Audience and pathos

It is hard to overestimate the importance and the power of the second mode of persuasion, pathos, in creating arguments.  Pathos, Greek for "emotion," indicates an appeal to the emotions of an audience, or, as Aristotle puts it, "Creating a certain disposition in the audience" (Rhetoric 1356a).  If a writer or speaker attempts to arouse anger, fear, pity, indignation, or other emotion in her audience, she is making an emotional appeal.  We all see such appeals every day.  For example, on any given night, one might see the following TV commercials:

Of course, the degrees to which these commercials, and the scores of other public texts that use pathos to persuade, possess or lack moral integrity, tastefulness, and truthfulness are open to consideration and judgment.  But there is no denying the power of emotions to persuade.  There is nothing inherently wrong with appealing to the emotions of an audience.  We are, after all, humans, and not completely objective, Mr. Spock-like beings.  There are a number of issues that seem to be, by their very nature, emotionally charged (one may think, for starters, of abortion and flag burning as two examples), and there is no way to completely escape the emotional elements in these and many other issues.  One should be careful to not overuse pathos in building arguments.  Cicero, the Roman statesman and rhetorician, stated that nothing dries so quickly as a tear.  Emotion, alone, is seldom enough to give an idea or argument enough backing.

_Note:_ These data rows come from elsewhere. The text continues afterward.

/* Every function that takes or returns a vector is always inlined: a call
 * between the AVX2 (or AVX-512) build and a baseline one would pass the vector in
 * different places (the ABI change GCC warns about, silenced here because
 * no such call exists). */
#pragma GCC diagnostic ignored "-Wpsabi"
typedef double vd __attribute__((vector_size(8 * LANES)));
typedef long long vi __attribute__((vector_size(8 * LANES)));
typedef unsigned long long vu __attribute__((vector_size(8 * LANES)));

/* The lanes' code is built three times, for x86-64-v4 (AVX-512, still four
 * lanes: its compare masks and 32 registers took 0.97 of the AVX2 version's
 * time), for AVX2 and for baseline x86-64, and the best one the CPU
 * supports is chosen when the program starts.  All run the same IEEE
 * operations in the same order (no fused multiply-add: the Makefile passes
 * -ffp-contract=off), so they give the same bits; tests/scripts/lanes.sh
 * compares the usual build and the one without the x86-64-v4 version (make
 * AVX2=1) with the baseline-only build (make BASELINE=1). */
#if defined(__x86_64__) && defined(__GNUC__) && !defined(__clang__) && !defined(VG_NO_CLONES)
#ifdef VG_NO_V4_CLONE
#define VG_LANES_CLONES __attribute__((target_clones("avx2", "default")))
#else
#define VG_LANES_CLONES __attribute__((target_clones("arch=x86-64-v4", "avx2", "default")))
#endif
#else
#define VG_LANES_CLONES
#endif

/* ln 2 in two parts, the first with 21 trailing zero bits so that k ln2_hi is
 * exact for |k| < 2^21 (Cody & Waite's reduction; the split of fdlibm's
 * e_exp.c, common practice). */
#define LN2_HI 0x1.62e42fee00000p-1
#define LN2_LO 0x1.a39ef35793c76p-33

static inline __attribute__((always_inline)) vd vsplat(double x)
{
    return (vd){x, x, x, x}; /* not {0} + x, which must keep -0 + 0 = +0 */
}

static inline __attribute__((always_inline)) vu usplat(unsigned long long x)
{
    return (vu){x, x, x, x};
}

/* a > b lane by lane, as all ones or zeros (the kernel's operands are never
 * NaN).  The AVX2 version is one comparison; the baseline compiler makes it
 * one scalar comparison a lane, which only the baseline-only build and
 * CPUs without AVX2 pay for. */
static inline __attribute__((always_inline)) vi vgt(vd a, vd b)
{
    return a > b;
}

/* a <= b lane by lane, as vgt. */
static inline __attribute__((always_inline)) vi vle(vd a, vd b)
{
    return a <= b;
}

/* |x| lane by lane (the sign bit cleared). */
static inline __attribute__((always_inline)) vd vabs(vd x)
{
    return (vd)((vu)x & usplat(0x7fffffffffffffffULL));
}

/* mask ? a : b, lane by lane (mask lanes are all ones or all zeros). */
static inline __attribute__((always_inline)) vd vsel(vi mask, vd a, vd b)
{
    return (vd)(((vi)a & mask) | ((vi)b & ~mask));
}

/* The lanes of mask that are set, as bits (lane i: bit i), and whether all
 * are: by two shuffles, not by reading each lane out. */
static inline __attribute__((always_inline)) int lane_bits(vi mask)
{
    vi b = mask & (vi){1, 2, 4, 8};

    b |= __builtin_shufflevector(b, b, 2, 3, 0, 1);
    b |= __builtin_shufflevector(b, b, 1, 0, 3, 2);
    return (int)b[0];
}

static inline __attribute__((always_inline)) int all_lanes(vi mask)
{
    return lane_bits(mask) == ALL_LANES;
}

/* e^x lane by lane for |x| <= 708 (the callers keep to that): x = k ln2 + r
 * with |r| <= ln2/2, e^r by its Taylor polynomial to r^13 (the first term
 * left out is below 2^-57), evaluated by Estrin's scheme, and 2^k formed in
 * the exponent bits.  Within 3 ulps (tests/test_lanes.c). */
static inline __attribute__((always_inline)) vd vexp(vd x)
{
    const vd shift = vsplat(0x1.8p52);
    vd kd = x * vsplat(0x1.71547652b82fep0) + shift; /* x / ln 2, rounded to an integer */
    vu k = (vu)kd - usplat(0x4338000000000000ULL);
    vd n = kd - shift;
    vd r = (x - n * vsplat(LN2_HI)) - n * vsplat(LN2_LO);
    vd r2 = r * r, r4 = r2 * r2, r8 = r4 * r4;
    vd p01 = vsplat(1.0) + r;
    vd p23 = vsplat(1.0 / 2.0) + r * vsplat(1.0 / 6.0);
    vd p45 = vsplat(1.0 / 24.0) + r * vsplat(1.0 / 120.0);
    vd p67 = vsplat(1.0 / 720.0) + r * vsplat(1.0 / 5040.0);
    vd p89 = vsplat(1.0 / 40320.0) + r * vsplat(1.0 / 362880.0);
    vd pab = vsplat(1.0 / 3628800.0) + r * vsplat(1.0 / 39916800.0);
    vd pcd = vsplat(1.0 / 479001600.0) + r * vsplat(1.0 / 6227020800.0);
    vd lo = (p01 + r2 * p23) + r4 * (p45 + r2 * p67);
    vd hi = (p89 + r2 * pab) + r4 * pcd;
    vu e = (k + 1023) << 52; /* unsigned: wraps instead of overflowing */

    return (lo + r8 * hi) * (vd)e;
}

/* ln m for m in [sqrt(1/2), sqrt(2)) given f = (m - 1) / (m + 1): 2 atanh f. */
static inline __attribute__((always_inline)) vd vlog_f(vd f)
{
    vd s = f * f, s2 = s * s, s4 = s2 * s2, s8 = s4 * s4;
    vd lo = ((vsplat(1.0) + s * vsplat(1.0 / 3.0))
             + s2 * (vsplat(1.0 / 5.0) + s * vsplat(1.0 / 7.0)))
            + s4 * ((vsplat(1.0 / 9.0) + s * vsplat(1.0 / 11.0))
                    + s2 * (vsplat(1.0 / 13.0) + s * vsplat(1.0 / 15.0)));
    vd hi = (vsplat(1.0 / 17.0) + s * vsplat(1.0 / 19.0)) + s2 * vsplat(1.0 / 21.0);

    return (f + f) * (lo + s8 * hi);
}

/* y = 2^e m with m in [sqrt(1/2), sqrt(2)), as vlog splits it. */
static inline __attribute__((always_inline)) vd vlog_split(vd y, vd *e)
{
    const vu mant = usplat(0x000fffffffffffffULL), one = usplat(0x3ff0000000000000ULL);
    vu b = (vu)y;
    vd m = (vd)((b & mant) | one);
    vi big = vgt(m, vsplat(0x1.6a09e667f3bcdp0)); /* sqrt 2 */
    vu ex = (b >> 52) - (vu)big;

    *e = ((vd)(ex | usplat(0x4330000000000000ULL)) - vsplat(0x1p52)) - vsplat(1023.0);
    return vsel(big, m * vsplat(0.5), m);
}

/* ln y lane by lane for normal y > 0: y = 2^e m, ln m = 2 atanh f with
 * f = (m - 1) / (m + 1), |f| <= 0.172, by its series to f^21 (the first
 * term left out is below 2^-60 of the sum), evaluated by Estrin's scheme in
 * s = f^2; e ln 2 in two parts.  Within 6 ulps (tests/test_lanes.c). */
static inline __attribute__((always_inline)) vd vlog(vd y)
{
    vd e, m = vlog_split(y, &e);

    return e * vsplat(LN2_HI)
           + (vlog_f((m - vsplat(1.0)) / (m + vsplat(1.0))) + e * vsplat(LN2_LO));
}

/* The smallest k >= 1 whose tail bound (above) is below tol/4, or 0 when
 * none up to VG_RATE_WINDOW_MAX is: then the log path takes the row. */
static int window_k(double c, double tol)
{
    double lim = log(0.25 * tol);

    for (int k = 1; k <= VG_RATE_WINDOW_MAX; k++) {
        double kk = (double)k;
        if (-c * kk * (kk + 1.0) - log1p(-exp(-2.0 * c * (kk + 1.0))) <= lim)
            return k;
    }
    return 0;
}

static vg_status row_init(vg_rate_row *row, const vg_rate_mode *m, double reorg,
                          double coupling, vg_error *err)
{
    vg_status st = row_check(row, m, reorg, coupling, err);

    if (st != VG_OK)
        return st;
    row->reorg = reorg;
    row->coupling = coupling;
    row->inv4lkt = 1.0 / (4.0 * reorg * m->kT);
    row->ln_p = coupling == 0.0 ? 0.0 : ln_prefactor(coupling, reorg, m->kT);
    row->two_c_mode = 2.0 * m->mode * row->inv4lkt;
    row->c_mode2 = m->mode * m->mode * row->inv4lkt;
    row->win_tol = 0.0;
    row->win_k = 0;
    row->w_lo = 1;
    row->w_hi = 0;
    row->w_ok = 0;
    row->mono_lo = 1;
    row->mono_hi = 0;
    row->p_set = 0;
    row->p_prev = 0;
    return VG_OK;
}

void vg_rate_row_attach(vg_rate_row *row, long lo, size_t len, double *q, double *qi,
                        unsigned *gen)
{
    row->q_lo = lo;
    row->q_len = len;
    row->q = q;
    row->qi = qi;
    row->q_gen = gen;
    row->gen = 0;
    for (size_t i = 0; i < len; i++)
        gen[i] = 0;
}

vg_status vg_rate_row_begin(vg_rate_row *row, const vg_rate_mode *m, double reorg_meV,
                            double coupling_meV, vg_error *err)
{
    vg_status st = row_init(row, m, reorg_meV, coupling_meV, err);

    if (st != VG_OK || row->q_len == 0)
        return st;
    if (++row->gen == 0) { /* wrapped: every stamp could be stale */
        for (size_t i = 0; i < row->q_len; i++)
            row->q_gen[i] = 0;
        row->gen = 1;
    }
    return VG_OK;
}

/* q_n and 1/q_n into q[0], q[1] from the formula, stored in the cache when
 * n lies in it; 0 if the step lies outside the linear range (or a weight is
 * not finite). */
static int q_fill(vg_rate_mode *m, vg_rate_row *row, long n, size_t i, double q[2])
{
    double lq = ln_w(m, n + 1) - ln_w(m, n) - row->c_mode2 * (double)(2 * n + 1);

    if (fabs(lq) <= LIN_LIMIT) {
        q[0] = exp(lq);
        q[1] = exp(-lq);
    } else {
        q[0] = q[1] = -1.0;
    }
    if (i < row->q_len) {
        row->q[i] = q[0];
        row->qi[i] = q[1];
        row->q_gen[i] = row->gen;
    }
    return q[0] >= 0.0;
}

/* The same through the cache: the same value whether cached or not. */
static inline int q_get(vg_rate_mode *m, vg_rate_row *row, long n, double q[2])
{
    size_t i = (size_t)((unsigned long)n - (unsigned long)row->q_lo);

    if (i < row->q_len && row->q_gen[i] == row->gen) {
        q[0] = row->q[i];
        q[1] = row->qi[i];
        return q[0] >= 0.0;
    }
    return q_fill(m, row, n, i, q);
}

/* The peak p (the smallest n >= nmin with t_{n+1} <= t_n) by walking from
 * channel g; 0 if it is farther than PEAK_WALK steps or a step is outside
 * the linear range.  This walk defines a point's peak. */
static int lin_peak(vg_rate_mode *m, vg_rate_row *row, long nmin, long g, double A, long *p)
{
    double q[2];
    int k;

    if (!q_get(m, row, g, q))
        return 0;
    if (q[0] * A > 1.0) {
        for (k = 0; q[0] * A > 1.0; k++) {
            if (k == PEAK_WALK || !q_get(m, row, ++g, q))
                return 0;
        }
    } else {
        for (k = 0; g > nmin; k++, g--) {
            if (k == PEAK_WALK || !q_get(m, row, g - 1, q))
                return 0;
            if (q[0] * A > 1.0)
                break;
        }
    }
    *p = g;
    return 1;
}

/* 1 if every q_n for n in [lo, hi] is in the linear range and
 * q_lo >= q_{lo+1} >= ... >= q_hi (as the concavity of a_n makes them,
 * which rounding could in principle spoil); the range found so is kept in
 * the row, so that a row's points check each channel once. */
static int q_monotone(vg_rate_mode *m, vg_rate_row *row, long lo, long hi)
{
    double q[2], prev;

    if (row->mono_lo <= lo && hi <= row->mono_hi)
        return 1;
    if (!q_get(m, row, lo, q))
        return 0;
    prev = q[0];
    for (long n = lo + 1; n <= hi; n++) {
        if (!q_get(m, row, n, q) || q[0] > prev)
            return 0;
        prev = q[0];
    }
    if (lo <= row->mono_hi && hi >= row->mono_lo) { /* overlapping: the union holds too */
        row->mono_lo = lo < row->mono_lo ? lo : row->mono_lo;
        row->mono_hi = hi > row->mono_hi ? hi : row->mono_hi;
    } else {
        row->mono_lo = lo;
        row->mono_hi = hi;
    }
    return 1;
}

/* q_p and q_{p-1} of the peak lanes_reach last tested, kept for the
 * groups of one call (the peak seldom changes between them); p = nmin - 1:
 * none yet.  ok: both in the linear range (q_{p-1} only where p > nmin). */
typedef struct {
    long p;
    double q, qm;
    int ok;
} peak_steps;

/* 1 if every lane alone would walk to peak p (lin_peak from its start
 * with its own A): each start within PEAK_WALK - 1 steps of p, the q_n on
 * the walks in the linear range and non-increasing (so that q_n A_i falls
 * through 1 once), and p a peak for every lane (q_p A_i <= 1, and
 * q_{p-1} A_i > 1 unless p is the lowest channel).  ps holds the q of the
 * last peak tested, which is usually p again.  *miss: the lanes that
 * would not reach p (bit i: lane i), all of them when a check of the
 * whole group fails. */
static inline __attribute__((always_inline)) int lanes_reach(vg_rate_mode *m, vg_rate_row *row,
                                                              long nmin, long p, long gmin,
                                                              long gmax, const vd *Ap,
                                                              peak_steps *ps, int *miss)
{
    vd A = *Ap;
    long lo = gmin < p - 1 ? gmin : p - 1, hi = gmax > p ? gmax : p;
    vi bad;

    *miss = ALL_LANES;
    if (gmax - p >= PEAK_WALK || p - gmin >= PEAK_WALK)
        return 0;
    lo = lo < nmin ? nmin : lo;
    if (!(row->mono_lo <= lo && hi <= row->mono_hi) && !q_monotone(m, row, lo, hi))
        return 0; /* (the range known already is checked here, without a call) */
    if (ps->p != p) {
        double q[2], qm[2] = {0.0, 0.0};
        ps->p = p;
        ps->ok = q_get(m, row, p, q) && (p == nmin || q_get(m, row, p - 1, qm));
        ps->q = q[0];
        ps->qm = qm[0];
    }
    if (!ps->ok)
        return 0;
    bad = vgt(vsplat(ps->q) * A, vsplat(1.0));
    if (p > nmin)
        bad |= ~vgt(vsplat(ps->qm) * A, vsplat(1.0));
    *miss = lane_bits(bad);
    return *miss == 0;
}

/* q_n and 1/q_n for n in [lo, hi) in the row's window buffer; 0 if a step
 * is outside the linear range. */
static int window_fill(vg_rate_mode *m, vg_rate_row *row, long lo, long hi)
{
    if (row->w_lo == lo && row->w_hi == hi)
        return row->w_ok;
    row->w_lo = lo;
    row->w_hi = hi;
    row->w_ok = 1;
    for (long n = lo; n < hi; n++) {
        double q[2];
        if (!q_get(m, row, n, q)) {
            row->w_ok = 0;
            break;
        }
        row->wq[n - lo] = q[0];
        row->wqi[n - lo] = q[1];
    }
    return row->w_ok;
}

The following excerpt, from Aldo Leopold's A Sand County Almanac (1949), dramatizes the author's change of heart on the wisdom of hunting predators, namely wolves, out of existence.  Throughout the book, Leopold demonstrates an almost unparalleled knowledge of natural history.  This passage makes use of a strong emotional appeal, but it is balanced with a strong ethos and sense of ethics:

We were eating lunch on a high rimrock, at the foot of which a turbulent river elbowed its way.  We saw what we thought was a doe fording the torrent, her breast awash in white water.  When she climbed the bank toward us and shook out her tail, we realized our error: it was a wolf.  A half-dozen others, evidently grown pups, sprang from the willows and all joined in a welcoming mêlée of wagging tales and playful maulings.  What was literally a pile of wolves writhed and tumbled in the center of an open flat at the foot of our rimrock.

In those days we had never heard of passing up a chance to kill a wolf.  In a second we were pumping lead into the pack, but with more excitement than accuracy: how to aim a steep downhill shot is always confusing.  When our rifles were empty, the old wolf was down, and a pup was dragging a leg into impassable slide-rocks.

We reached the old wolf in time to watch a fierce green fire dying in her eyes.  I realized then, and have known ever since, that there was something new to me in those eyes--something known only to her and to the mountain.  I was young then, and full of trigger-itch; I thought that because fewer wolves meant more deer, that no wolves would mean hunters' paradise.  But after seeing the green fire die, I sensed that neither the wolf nor the mountain agreed with such a view.  

Unlike ethos and logos, which are both always present in all arguments, it is perhaps possible to make an argument that has little or no emotional appeal.  Yet one always writes an argument for a specific audience or set of audiences.  It is crucial for writers to know that, excepting perhaps grocery lists and the like, people rarely write in a social vacuum, with no concern for how their words will be received by their audiences.  Sophisticated writers are always aware of audience.  Unsophisticated writers rarely take audience into account when they write, assuming that everyone either already thinks the way they do, or that their readers bloody well will believe as they do after reading their text.        

Argument calls for a set of shared assumptions between the writer and audience.  There is usually a large, accommodating "middle ground" on any subject to which writers can appeal.  Everyone, or practically everyone, agrees with the principle that the environment should be clean and safe, but the degrees and costs of realizing or maintaining that clean, safe environment are and will continue to be a matter of disagreement.  (In argument, the devil is always in the details.)  The majority of any given audience will agree that violent crime in the U.S. is something that needs remedying, but note that this shared assumption could be the starting point for arguments both in favor of and against gun control.  Aristotle writes in his treatise Rhetoric, "It is easy to praise Athenians among Athenians"; but it is quite another thing to praise Athenians among a group of Spartans. Similarly, it is easy to argue against stricter handgun laws to a group of NRA members and gun enthusiasts, but the effective  anti-handgun law speaker must change the way he argues those views in, say, a church in an inner city that has been particularly plagued by handgun violence.   

Sometimes, often in fact, the writer needs to explain why his argument is something worthy of his audience's consideration, why his argument is an argument, or even what the basics facts are that comprise the issue.  Establishing a proper relationship with audience is especially important at the beginning of a text.  In his book Classical Rhetoric for the Modern Student, Edward P. J. Corbett writes that in introductions, "Sometimes writers have to convince an audience that they are qualified to speak on some subject.  At other times, they must counteract prejudices or misconceptions either about themselves or about the subject of their discourse.  Or they must rouse hostility toward those whose point of view they are going to oppose in their discourse."